Fed survey: US economy strong but hindered by bottlenecks

WASHINGTON — The Federal Reserve’s latest nationwide business survey found that the economy strengthened further in late May and early June, despite supply-chain bottlenecks that led to price hikes.

The Fed said Wednesday that seven of its 12 regional bank districts reported strong price increases, with the other five reporting moderate gains in prices.

This came as sectors of the economy dealing with transportation, travel and tourism, and manufacturing all experienced above-average economic growth in the period, the Fed reported.

But the survey also found that the supply-chain disruptions led to shortages of materials and labor, along with low inventories, constrained sales of many consumer goods.
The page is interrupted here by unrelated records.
/**
 * The pane's settings and cooling fields as plain strings, and their conversion to and from
 * `PlanSettings`. Pure (no DOM), so a bad entry becomes an `Issue`, never an exception.
 */
import type { Issue, CoolingSpec } from "../core/index.js";
import { PLAN_SETTINGS_DEFAULTS, STABILITY_COST_DEFAULT, type PlanSettings } from "../sheets/PlanSettings.js";
import { SETTING_FIELDS } from "../sheets/settingFields.js";
import { PARAMETERS_OF } from "../sheets/scheduleNames.js";
import { type NumberField, type SettingKey } from "../sheets/settingFieldTypes.js";
import { buildCooling, crossProblems, parseSettingValue, type ScheduleParams } from "../sheets/settingsSchema.js";

/** The raw text of every settings field, keyed by the input's id. */
export interface PaneForm {
  readonly scenario: string;
  readonly detour: string;
  readonly speed: string;
  readonly service: string;
  /** "hard" or "soft". */
  readonly windows: string;
  readonly "late-cost": string;
  readonly seconds: string;
  readonly seed: string;
  readonly "stability-cost": string;
  /** Chains run at once (the Workers setting). */
  readonly workers: string;
  readonly rule: string;
  /** CoolingSpec kind. */
  readonly schedule: string;
  readonly alpha: string;
  readonly "moves-per-level": string;
  readonly steps: string;
  readonly beta: string;
  /** "calibrate" or "manual". */
  readonly temperatures: string;
  readonly p0: string;
  readonly "p-end": string;
  readonly t0: string;
  readonly "t-end": string;
}

/** The ids of the form fields, in form order. */
export const PANE_FORM_FIELDS: readonly (keyof PaneForm)[] = [
  "scenario",
  "detour",
  "speed",
  "service",
  "windows",
  "late-cost",
  "seconds",
  "seed",
  "stability-cost",
  "workers",
  "rule",
  "schedule",
  "alpha",
  "moves-per-level",
  "steps",
  "beta",
  "temperatures",
  "p0",
  "p-end",
  "t0",
  "t-end",
];

/** What `settingsFromForm` returns. */
export interface FormReading {
  readonly scenario: string;
  readonly settings: PlanSettings;
  /** One issue per bad field (sheet "Settings", cell = field label); empty when all is well. */
  readonly issues: Issue[];
}

/** The pane field (input id) of each setting the form shows; its label reads as the setting's label. */
export const FIELD_OF: Partial<Record<SettingKey, keyof PaneForm>> = {
  detourFactor: "detour",
  speedKmh: "speed",
  serviceMin: "service",
  windows: "windows",
  lateCostPerMin: "late-cost",
  seconds: "seconds",
  seed: "seed",
  stabilityCost: "stability-cost",
  workers: "workers",
  rule: "rule",
  schedule: "schedule",
  alpha: "alpha",
  movesPerLevel: "moves-per-level",
  steps: "steps",
  beta: "beta",
  p0: "p0",
  pEnd: "p-end",
  t0: "t0",
  tEnd: "t-end",
};

/**
 * Read the pane's fields into plan settings with the one settings schema (the same ranges and
 * messages as the Settings sheet and the CLI). Every bad field is reported at once; its default
 * is used in `settings` so previews can still draw.
 *
 * @param form - the raw field texts
 * @returns scenario name, settings and issues
 * @example settingsFromForm({ ...form, detour: "0.8" }).issues[0].message
 * // => "Detour factor 0.8 is not valid: enter a number from 1 to 3, such as 1.3."
 */
export function settingsFromForm(form: PaneForm): FormReading {
  const issues: Issue[] = [];
  const d = PLAN_SETTINGS_DEFAULTS;
  const issue = (key: SettingKey, message: string): void => {
    issues.push({ sheet: "Settings", cell: SETTING_FIELDS[key].label, message });
  };
  const read = <T extends number | string>(key: SettingKey, fallback: T): T => {
    const parsed = parseSettingValue(key, String(form[FIELD_OF[key]!] ?? ""));
    if (parsed.ok) return parsed.value as T;
    issue(key, parsed.message);
    return fallback;
  };
  const scenario = form.scenario.trim() || "Plan 1";
  const detourFactor = read("detourFactor", d.detourFactor);
  const speedKmh = read("speedKmh", d.speedKmh);
  const serviceMin = read("serviceMin", d.serviceMin);
  const hardWindows = read("windows", "hard") === "hard";
  // Under hard windows the late-cost field is hidden: keep its value when it is valid, never complain.
  const hiddenLate = parseSettingValue("lateCostPerMin", form["late-cost"] ?? "");
  const lateCostPerMin = !hardWindows
    ? read("lateCostPerMin", d.lateCostPerMin)
    : hiddenLate.ok
      ? (hiddenLate.value as number)
      : d.lateCostPerMin;
  const seconds = read("seconds", d.seconds);
  const seed = read("seed", d.seed);
  // Blank: the default stability cost (as when the Settings sheet and the CLI give none).
  const stabilityCost = form["stability-cost"].trim() === "" ? undefined : read<number>("stabilityCost", STABILITY_COST_DEFAULT);
  const workers = read("workers", 1);
  const rule = read("rule", d.rule);
  const manual = form.temperatures === "manual";
  const p0 = manual ? d.p0 : read("p0", d.p0);
  const pEnd = manual ? d.pEnd : read("pEnd", d.pEnd);
  const kind = read("schedule", d.cooling.kind) as CoolingSpec["kind"];
  // Only the shown fields count: the selected schedule's parameters, T0 and T end when manual.
  const params: ScheduleParams = {};
  const before = issues.length;
  for (const p of PARAMETERS_OF[kind]) {
    if ((p === "t0" || p === "tEnd") && !manual) continue;
    // Blank factor, moves per level or beta: fitted so that T reaches its end value at the end of
    // the run; blank typed temperatures: calibrated, as when they are not typed.
    if (AUTOMATIC_WHEN_BLANK.includes(p) && String(form[FIELD_OF[p]!] ?? "").trim() === "") continue;
    const v = read<number | string>(p, Number.NaN);
    if (typeof v === "number" && !Number.isNaN(v)) params[p] = v;
  }
  const built = buildCooling(kind, params);
  let cooling: CoolingSpec = d.cooling;
  if ("spec" in built) cooling = built.spec;
  else if (issues.length === before) for (const p of built.problems) issue(p.key, p.message);
  if (!manual) for (const p of crossProblems({ p0, pEnd, cooling })) issue(p.key, p.message);
  const settings: PlanSettings = {
    ...d,
    detourFactor,
    speedKmh,
    serviceMin,
    hardWindows,
    lateCostPerMin,
    seconds,
    seed,
    ...(stabilityCost !== undefined ? { stabilityCost } : {}),
    rule,
    cooling,
    p0,
    pEnd,
    workers,
  };
  return { scenario, settings, issues };
}

/**
 * The form fields that show `settings` (for "Rerun" from a plan sheet).
 *
 * @param settings - settings stored with a plan
 * @param scenario - the scenario name to show
 * @param current - the current form, kept for fields the settings do not set (e.g. unused schedule parameters)
 * @returns the new field texts
 * @example formFromSettings(PLAN_SETTINGS_DEFAULTS, "Plan 2", form).schedule // => "timeFraction"
 */
export function formFromSettings(settings: PlanSettings, scenario: string, current: PaneForm): PaneForm {
  const c = settings.cooling;
  const manual = c.t0 !== undefined;
  return {
    ...current,
    scenario,
    detour: String(settings.detourFactor),
    speed: String(settings.speedKmh),
    service: String(settings.serviceMin),
    windows: settings.hardWindows ? "hard" : "soft",
    "late-cost": String(settings.lateCostPerMin),
    seconds: String(settings.seconds),
    seed: String(settings.seed),
    "stability-cost": settings.stabilityCost === undefined ? "" : String(settings.stabilityCost),
    // No Workers given (older plans, a Settings sheet without the row): the field keeps its value.
    ...(settings.workers !== undefined ? { workers: String(settings.workers) } : {}),
    rule: settings.rule,
    schedule: c.kind,
    ...(c.kind === "geometric" ? { alpha: blankIfUndefined(c.alpha), "moves-per-level": blankIfUndefined(c.movesPerLevel) } : {}),
    ...(c.kind === "linear" ? { steps: String(c.steps) } : {}),
    ...(c.kind === "lundyMees" ? { beta: blankIfUndefined(c.beta) } : {}),
    temperatures: manual ? "manual" : "calibrate",
    p0: String(settings.p0),
    "p-end": String(settings.pEnd),
    ...(manual ? { t0: String(c.t0) } : {}),
    ...("tEnd" in c && c.tEnd !== undefined ? { "t-end": String(c.tEnd) } : {}),
  };
}

/**
 * The Workers field's starting value in the pane: the cores the browser reports
 * (`navigator.hardwareConcurrency`) minus one, so the page stays responsive, at least 1 and at
 * most the field's 64. The CLI's default stays 1.
 *
 * @param cores - what the browser reports (undefined or 0 when it reports nothing)
 * @returns the number of workers
 * @example defaultPaneWorkers(8) // => 7; defaultPaneWorkers(1) // => 1
 */
export function defaultPaneWorkers(cores: number | undefined): number {
  const max = (SETTING_FIELDS.workers as NumberField).max ?? 64;
  if (cores === undefined || !Number.isFinite(cores)) return 1;
  return Math.max(1, Math.min(max, Math.floor(cores) - 1));
}

/** Schedule parameters a blank field leaves to fitting or calibration (see `resolveCooling`). */
const AUTOMATIC_WHEN_BLANK: readonly string[] = ["alpha", "movesPerLevel", "beta", "t0", "tEnd"];

function blankIfUndefined(x: number | undefined): string {
  return x === undefined ? "" : String(x);
}
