/**
 * The pane outside Office (standalone page): open an .xlsx or .csv files, pick the stops and
 * fleet sheets from drop-downs, optimize, write the plan into the in-memory workbook and
 * download it. Nothing leaves the machine.
 */
import { runRecordText } from "./storedRunRecord.js";
import { ExcelJsWorkbook, SETTINGS_SHEET } from "../workbook/exceljs/ExcelJsWorkbook.js";
import { describeMissingTable, findInputSheets, type InputSheets } from "../workbook/findInputSheets.js";
import { GEOCODE_CACHE_SHEET } from "../geocode/index.js";
import { openWorkbookFiles } from "./openWorkbookFiles.js";
import { PaneController } from "./PaneController.js";

/** The standalone page's pane. */
export class FilePaneController extends PaneController {
  private book: ExcelJsWorkbook;
  private downloadName = "kiln.plan.xlsx";
  private downloadUrl: string | undefined;
  /** What the automatic detection found in the open workbook (why a list was left empty). */
  private found: InputSheets | undefined;

  constructor() {
    const book = ExcelJsWorkbook.fromGrids([]);
    super({ mode: "file", port: book });
    this.book = book;
  }

  override init(): void {
    super.init();
    const d = this.dom;
    d.fileSection.hidden = false;
    d.stopsSummary.textContent = "Open a workbook file first.";
    d.fleetSummary.textContent = "Open a workbook file first.";
    d.fileInput.addEventListener(
      "change",
      this.guard("Open file", () => this.open([...(d.fileInput.files ?? [])])),
    );
    d.stopsSheet.addEventListener(
      "change",
      this.guard("Choose the stops sheet", () => this.pickSheets()),
    );
    d.fleetSheet.addEventListener(
      "change",
      this.guard("Choose the fleet sheet", () => this.pickSheets()),
    );
  }

  private async open(files: File[]): Promise<void> {
    const d = this.dom;
    const opened = await openWorkbookFiles(files);
    if ("error" in opened) return this.showError(opened.error);
    d.error.hidden = true;
    this.book = opened.book;
    this.downloadName = opened.downloadName;
    d.fileName.textContent = opened.label;
    await this.setSource({ mode: "file", port: opened.book });
    const found = await findInputSheets(opened.book);
    this.found = found;
    await this.fillSheetLists(found.stops, found.fleet);
    await this.pickSheets();
  }

  /** Fill the drop-downs with the workbook's sheets, keeping or setting the chosen ones. */
  private async fillSheetLists(stops?: string, fleet?: string): Promise<void> {
    const d = this.dom;
    const names = (await this.book.listSheets()).filter((n) => n !== SETTINGS_SHEET && n !== GEOCODE_CACHE_SHEET);
    const settings = await this.book.readSettings();
    const planSheets: string[] = [];
    for (const n of names) if (runRecordText(settings, n, await this.book.sheetId(n)) !== undefined) planSheets.push(n);
    const fill = (select: HTMLSelectElement, options: readonly string[], wanted: string | undefined, empty: string) => {
      const keep = wanted ?? select.value;
      select.replaceChildren(new Option(empty, ""), ...options.map((n) => new Option(n, n)));
      select.value = options.includes(keep) ? keep : "";
    };
    fill(d.stopsSheet, names, stops, "— choose the stops sheet —");
    fill(d.fleetSheet, names, fleet, "— choose the fleet sheet —");
    fill(d.rerunSheet, planSheets, undefined, planSheets.length ? "— choose a plan sheet —" : "no plan sheets yet");
  }

  private async pickSheets(): Promise<void> {
    const d = this.dom;
    const read = async (name: string) => (name ? await this.book.readSheet(name) : undefined);
    const stops = await read(d.stopsSheet.value);
    const fleet = await read(d.fleetSheet.value);
    this.stops = stops && this.picked(stops);
    this.fleet = fleet && this.picked(fleet);
    await this.refreshRead();
    // Say why a list was left empty, so the user knows which sheet to pick.
    if (this.found && !this.stops && !this.found.stops)
      d.stopsSummary.textContent = describeMissingTable(this.found, "stops", "choose the stops sheet in the list above");
    if (this.found && !this.fleet && !this.found.fleet)
      d.fleetSummary.textContent = describeMissingTable(this.found, "fleet", "choose the fleet sheet in the list above");
  }

  protected override async write(): Promise<{ sheetName: string } | undefined> {
    const out = await super.write();
    if (!out) return out;
    const d = this.dom;
    const bytes = await this.book.toBuffer();
    if (this.downloadUrl) URL.revokeObjectURL(this.downloadUrl);
    const blob = new Blob([bytes as BlobPart], { type: "application/vnd.openxmlformats-officedocument.spreadsheetml.sheet" });
    this.downloadUrl = URL.createObjectURL(blob);
    d.download.href = this.downloadUrl;
    d.download.download = this.downloadName;
    d.download.textContent = `Download ${this.downloadName}`;
    d.download.hidden = false;
    d.writeStatus.textContent += " Download the workbook to keep it.";
    await this.fillSheetLists();
    return out;
  }

  protected override emptyTableHint(kind: "stops" | "fleet"): string {
    return this.dom.fileName.textContent ? `Choose the ${kind} sheet in the list above.` : "Open a workbook file first.";
  }

  protected override async rerunSheet(): Promise<string | undefined> {
    return this.dom.rerunSheet.value || undefined;
  }
}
The Fed survey, known as the beige book, was based on interviews by the Fed’s 12 regional banks with business contacts in their regions. It will form the basis for discussions on the economy when central bank officials next meet on July 27-28.
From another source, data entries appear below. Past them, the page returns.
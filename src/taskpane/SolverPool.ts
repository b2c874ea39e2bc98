/**
 * Several solver Web Workers running the chains of one run (the pane's Workers field): chain k
 * gets `chainSeed(seed, k)` and the whole budget, every chain starts from the same clock moment
 * (`startedAt`), at the marks of the budget (`shareMarks`) every chain reports its best plan and
 * continues from the best of them (`ShareRounds`), progress is combined (`combineProgress`) and
 * the plan kept is the core's choice (`keptChain`), so the same seed, move budget and number of
 * workers give the plan the CLI's `--workers` gives. Stop stops them all; an error in one stops
 * the others and is reported once, after all have ended.
 */
import {
  chainSeed,
  combineProgress,
  keptChain,
  shareMarks,
  ShareRounds,
  SOLVE_DEFAULTS,
  type Issue,
  type Problem,
  type Progress,
  type ShareDelivery,
  type SolveResult,
} from "../core/index.js";
import type { ChainClient, RunFigures } from "./SolverClient.js";
import type { WorkerSolveOptions } from "./workerProtocol.js";

/** The result of a run of several chains: the kept chain's result, which chain, and every chain's. */
export interface PoolResult extends SolveResult {
  /** Index (from 0) of the chain whose plan is `plan`. */
  readonly chain: number;
  /** Each chain's result, by index. */
  readonly chains: readonly SolveResult[];
  /** Largest JS heap any one worker reported (bytes); undefined when the browser reports none in a worker. */
  readonly peakHeapBytes?: number | undefined;
  /** Times the chains shared their best plan (0 for one worker). */
  readonly shares: number;
}

/** Callbacks of one pool run. */
export interface PoolRunHandlers {
  /** Combined progress: moves summed, the best cost of any chain, the slowest chain's fraction. */
  onProgress(progress: Progress): void;
  /** Every chain ended; `stopped` when Stop ended them early. */
  onResult(result: PoolResult, stopped: boolean): void;
  /** A chain failed: the others were stopped and have ended; nothing is kept. */
  onError(message: string, issues: readonly Issue[]): void;
}

/** Runs chains on a growing set of workers; the first is the pane's own (shared with the preview). */
export class SolverPool {
  private readonly clients: ChainClient[];
  private current: { id: number; stopped: boolean } | undefined;
  private nextId = 1;

  /**
   * @param first - the pane's worker client (chain 0)
   * @param create - makes the client of one more worker, when a run needs more than there are
   */
  constructor(
    first: ChainClient,
    private readonly create: () => ChainClient,
  ) {
    this.clients = [first];
  }

  /** True while any chain of a run is going. */
  get running(): boolean {
    return this.current !== undefined;
  }

  /** Workers started so far (they stay for the next run). */
  get size(): number {
    return this.clients.length;
  }

  /**
   * Start `workers` chains of one run.
   *
   * @param problem - the problem (checked by each worker)
   * @param options - the run's options; `seed` is chain 0's, the others' derive from it
   * @param workers - number of chains, 1 to 64
   * @param handlers - combined progress, the kept result, or one error
   * @param startedAt - the run's start in milliseconds since the epoch (the workers' clock):
   *   a seconds budget ends at the same moment in every chain
   * @throws RangeError when `workers` is not a whole number from 1 to 64, or a run is going
   */
  start(problem: Problem, options: WorkerSolveOptions, workers: number, handlers: PoolRunHandlers, startedAt: number): void {
    if (!Number.isInteger(workers) || workers < 1 || workers > 64) throw new RangeError(`workers must be 1 to 64, got ${workers}`);
    if (this.current) throw new RangeError("a run is going: stop it first");
    while (this.clients.length < workers) this.clients.push(this.create());
    const run = { id: this.nextId++, stopped: false };
    this.current = run;
    const latest: (Progress | undefined)[] = new Array<Progress | undefined>(workers).fill(undefined);
    const results: (SolveResult | undefined)[] = new Array<SolveResult | undefined>(workers).fill(undefined);
    const heaps: (number | undefined)[] = [];
    let failure: { message: string; issues: readonly Issue[] } | undefined;
    let left = workers;
    const seed = options.seed ?? 1;
    const marks = workers > 1 ? shareMarks(options.budget ?? SOLVE_DEFAULTS.budget) : [];
    const rounds = new ShareRounds(problem, workers);
    const deliver = (deliveries: readonly ShareDelivery[]): void => {
      for (const d of deliveries) this.clients[d.chain]!.share(d.plan);
    };
    const ended = (): void => {
      if (--left > 0) return;
      this.current = undefined;
      if (failure) return handlers.onError(failure.message, failure.issues);
      const done = results as SolveResult[];
      const kept = keptChain(
        problem,
        done.map((r) => r.plan),
      );
      const known = heaps.filter((h): h is number => h !== undefined);
      handlers.onResult(
        {
          ...done[kept]!,
          chain: kept,
          chains: done,
          peakHeapBytes: known.length > 0 ? Math.max(...known) : undefined,
          shares: rounds.rounds,
        },
        run.stopped,
      );
    };
    for (let k = 0; k < workers; k++) {
      // Every chain, one or several, counts its seconds from `startedAt` (the pane stamps it as it
      // starts the run), so the time the problem takes to reach the worker (a copy of the matrix)
      // is inside the budget.
      const chainOptions: WorkerSolveOptions = { ...options, seed: chainSeed(seed, k), startedAt };
      this.clients[k]!.start(
        problem,
        chainOptions,
        {
          onProgress: (p) => {
            latest[k] = p;
            if (!failure) handlers.onProgress(workers === 1 ? p : combineProgress(latest));
          },
          onMark: (plan) => {
            deliver(rounds.arrive(k, plan));
            // Stopped or failed meanwhile: let it go on at once (it then ends).
            if (run.stopped || failure) deliver(rounds.release());
          },
          onResult: (result, stopped, figures?: RunFigures) => {
            results[k] = result;
            heaps[k] = figures?.peakHeapBytes;
            if (stopped) run.stopped = true;
            deliver(rounds.leave(k, result.plan));
            ended();
          },
          onError: (message, issues) => {
            if (!failure) {
              failure = {
                message: workers === 1 ? message : `Worker ${k + 1} of ${workers} failed, so the run was stopped: ${message}`,
                issues,
              };
              for (let j = 0; j < workers; j++) if (j !== k) this.clients[j]!.stop();
            }
            deliver(rounds.leave(k));
            ended();
          },
        },
        marks,
      );
    }
  }

  /** Stop every chain after its current slice; each returns its best plan and the best of those is kept. */
  stop(): void {
    if (!this.current) return;
    this.current.stopped = true;
    for (const c of this.clients) if (c.running) c.stop();
  }
}
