import { EARTH_MEAN_RADIUS_KM } from "../constants.js";
import type { LatLon } from "../model.js";

/** Radians per degree. */
export const RAD = Math.PI / 180;

/**
 * Central angle between two points, by the haversine formula (Sinnott, "Virtues of the
 * Haversine", Sky & Telescope 68(2), 1984), which stays accurate for short distances.
 *
 * @param a - first point, decimal degrees
 * @param b - second point, decimal degrees
 * @returns the angle in radians, 0..PI
 * @example centralAngleRad({lat: 0, lon: 0}, {lat: 0, lon: 90}) // => PI / 2
 */
export function centralAngleRad(a: LatLon, b: LatLon): number {
  const dLat = (b.lat - a.lat) * RAD;
  const dLon = (b.lon - a.lon) * RAD;
  const h = Math.sin(dLat / 2) ** 2 + Math.cos(a.lat * RAD) * Math.cos(b.lat * RAD) * Math.sin(dLon / 2) ** 2;
  return 2 * Math.asin(Math.min(1, Math.sqrt(h)));
}

/**
 * Great-circle distance on the mean Earth sphere.
 *
 * @param a - first point, decimal degrees
 * @param b - second point, decimal degrees
 * @returns kilometres
 * @example greatCircleKm({lat: 0, lon: 0}, {lat: 0, lon: 1}) // => 111.195 (about)
 */
export function greatCircleKm(a: LatLon, b: LatLon): number {
  return centralAngleRad(a, b) * EARTH_MEAN_RADIUS_KM;
}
The expectation is that after that meeting the central bank will keep interest unchanged near a record low of zero percent as a way to bolster the economy as it rebounds from last year’s pandemic recession.

Federal Reserve Chairman Jerome Powell delivered the Fed’s twice-a-year monetary report to Congress on Wednesday. In his testimony, Powell suggested that inflation, which has been surging as the economy strengthens, will remain elevated in coming months but will then moderate.

Powell was upbeat in his views on the economy, saying growth is on track “to post its fastest rate of increase in decades” but that there was still a long way to go before the labor market is fully healed.